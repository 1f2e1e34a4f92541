import { Router, type Request } from 'express';
import { z } from 'zod';
import { allow } from '../auth/permission';
import type { Caller } from '../auth/caller';
import type { Config } from '../config';
import type { Db } from '../db';
import { AppError } from '../http/errors';
import { streamedUpload, type StreamedFile } from '../http/streamed-upload';
import { parseInput } from '../http/validate';
import { createDumpReader, type DumpResult } from '../services/dumps/dump-reader';
import { dumpReport, listDumps, saveDumpReport } from '../services/dumps/dump-reports';
import { resolveDumpFields, type ResolvedDump } from '../services/dumps/dump-settings';
import { idParam } from './id-param';

type DumpUpload = { resolved: ResolvedDump; result: DumpResult };

const positive = (field: string, high: number) =>
  z.coerce.number(`${field} must be a whole number from 1 to ${high}`).int(`${field} must be a whole number from 1 to ${high}`).min(1, `${field} must be a whole number from 1 to ${high}`).max(high, `${field} must be a whole number from 1 to ${high}`);

const listQuery = z.strictObject({
  limit: positive('limit', 200).default(50),
  before: positive('before', Number.MAX_SAFE_INTEGER).optional(),
  sketchId: positive('sketchId', Number.MAX_SAFE_INTEGER).optional(),
});

/**
 * Counter dump checks. Uploading is for responders and above (it stores a
 * report, and on-call is who needs the check); every signed-in role may read
 * the reports, as every role may read the fleet.
 */
export function dumpRoutes(db: Db, config: Config): Router {
  const router = Router();

  const upload = streamedUpload<DumpUpload>({
    field: 'file',
    maxBytes: config.UPLOAD_MAX_BYTES,
    idleMs: config.UPLOAD_IDLE_SECONDS * 1000,
    async open(req) {
      const resolved = await resolveDumpFields(db, req.body);
      const reader = createDumpReader(resolved.settings);
      return { write: (chunk) => reader.write(chunk), finish: () => ({ resolved, result: reader.finish() }) };
    },
  });

  router.post('/v1/dumps', allow('responder'), upload, async (req: Request, res) => {
    const file = req.file as StreamedFile<DumpUpload> | undefined;
    if (!file) {
      throw new AppError(400, 'invalid', "Send the dump as multipart/form-data: the fields format, width, depth, errorBudget, confidence (and optionally streamTotal, sketchId) first, then the file in the field 'file'.", 'file');
    }
    const report = await saveDumpReport(db, req.user as Caller, { fileName: file.originalname, ...file.result });
    res.status(201).location(`/api/v1/dumps/${report.id}`).json(report);
  });

  router.get('/v1/dumps', allow('viewer'), async (req, res) => {
    res.json(await listDumps(db, parseInput(listQuery, req.query, 'query')));
  });

  router.get('/v1/dumps/:id', allow('viewer'), async (req, res) => {
    res.json(await dumpReport(db, idParam(req.params.id, 'dump report')));
  });

  return router;
}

- Activity: Working from the material above, retype exactly the lines from the one with "(it stores a" through the one with "router.post('/v1/dumps', allow('responder'), upload, async", both included, and only those lines.

- Response to the exercise:
 * Counter dump checks. Uploading is for responders and above (it stores a
 * report, and on-call is who needs the check); every signed-in role may read
 * the reports, as every role may read the fleet.
 */
export function dumpRoutes(db: Db, config: Config): Router {
  const router = Router();

  const upload = streamedUpload<DumpUpload>({
    field: 'file',
    maxBytes: config.UPLOAD_MAX_BYTES,
    idleMs: config.UPLOAD_IDLE_SECONDS * 1000,
    async open(req) {
      const resolved = await resolveDumpFields(db, req.body);
      const reader = createDumpReader(resolved.settings);
      return { write: (chunk) => reader.write(chunk), finish: () => ({ resolved, result: reader.finish() }) };
    },
  });

  router.post('/v1/dumps', allow('responder'), upload, async (req: Request, res) => {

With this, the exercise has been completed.